On Jan. 20, 2011, Linville and his team were tasked with a routine detonation -- not immediately realizing there was an IED hidden beneath another one.
“I remember stepping on it, I remember the distorted boom in my ears, and being out of it and waking up," Linville told the Statesman.
“I can’t say why — my bomb didn’t fully detonate. If it had, I would have been a triple amputee and I would have died," he said.
Linville lost his right leg below the knee. His quest to climb the 22,000-foot peak began while recovering in his hospital bed.
"I got blown up and severely wounded and kind of sat in a hospital bed and couldn't figure out what I was going to do with this rest of my life and what could this body that I now have do," he told the newspaper. "And the answer kind of found me. Hey, go try to climb the world's tallest mountain and see if you can be successful."
Linville first attempted to climb Everest in 2014 but his efforts were thwarted when when an avalanche ripped through the Khumbu Icefall, killing 16 Nepalese guides and forcing officials at the time to close the mountain to climbers, according to the newspaper.
Linville -- whose climbs have been sponsored by The Heroes Project, a nonprofit organization that helps wounded veterans -- tried again the following year. But shortly before Linville and his team made the trek, a 7.8 magnitude earthquake rocked Nepal, killing almost 2,000 people. The quake triggered avalanches on the mountain, which was once again closed to climbers.
Linville said he's determined to make it to the top in May -- and, in doing so, inspire others around the world who face physical and emotional challenges.

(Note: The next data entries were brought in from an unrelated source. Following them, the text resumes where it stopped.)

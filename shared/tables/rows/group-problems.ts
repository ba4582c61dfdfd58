import type { DraftRow } from './row'
import type { ProblemCode, RowProblem } from '../types'

/** Taken all over a column in the same way; only the numbers in their messages differ. */
const alike = new Set<ProblemCode>(['text-number', 'thousands', 'stated-uncertainty', 'unit-in-cell', 'kelvin', 'fahrenheit', 'date-number', 'formula-like'])
/** Told of a stretch of rows, whichever of their cells it is. */
const stretches = new Set<ProblemCode>(['decimal-comma', 'mixed-decimals'])

function keyOf({ code, tone, column, message, detail, suggestion }: RowProblem): string {
  if (stretches.has(code)) return code
  return alike.has(code) && tone === 'taken' ? [code, column].join('|') : [code, tone, column, message, detail, suggestion].join('|')
}

function rowsText(first: number, last: number): string {
  return first === last ? `row ${first}` : `rows ${first} to ${last}`
}

/**
 * Joins findings that rows share, so that they are read and agreed to once. Decimal marks are told row after row: a stretch of commas is one finding.
 */
export function groupProblems(drafts: readonly DraftRow[]): DraftRow[] {
  const open = new Map<string, RowProblem[]>()
  const groups: RowProblem[][] = []
  for (const { problems, readings } of drafts) {
    const present = new Set<string>()
    for (const problem of problems) {
      if (problem.group !== undefined || problem.tone === 'kept') continue
      const key = keyOf(problem)
      present.add(key)
      const group = open.get(key)
      if (group) group.push(problem)
      else {
        const fresh = [problem]
        open.set(key, fresh)
        groups.push(fresh)
      }
    }
    if (readings.length > 0) closeStretches(open, present)
  }
  const grouped = new Map(groups.filter(group => group.length > 1).flatMap(group => group.map(problem => [problem, group] as const)))
  return drafts.map(draft => draft.problems.some(problem => grouped.has(problem))
    ? { ...draft, problems: draft.problems.map(problem => joined(problem, grouped.get(problem))) }
    : draft)
}

function closeStretches(open: Map<string, RowProblem[]>, present: ReadonlySet<string>): void {
  for (const code of stretches) if (!present.has(code)) open.delete(code)
}

function joined(problem: RowProblem, group: readonly RowProblem[] | undefined): RowProblem {
  const [first, last] = [group?.[0], group?.at(-1)]
  if (!first || !last) return problem
  const marks = problem.code === 'decimal-comma' ? 'commas' : problem.code === 'mixed-decimals' ? 'points' : null
  const detail = marks ? `${rowsText(first.row, last.row).replace(/^r/, 'R')} use ${marks}. ${first.detail}` : problem.detail
  return { ...problem, detail, group: `${first.code}:${first.row}:${first.column ?? ''}` }
}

“And if I can affect one person, maybe directly — me knowing that person — or indirectly, like I don’t know them but they hear my story; and they get up, they leave their house and start doing (something) in their life ...“ he told the paper.
"If it just changes one person’s life, then all the misery, everything that has come with it, will be worth it. Maybe I’ll never know if it was worth it. I guess I’ll go on living my life thinking that it was."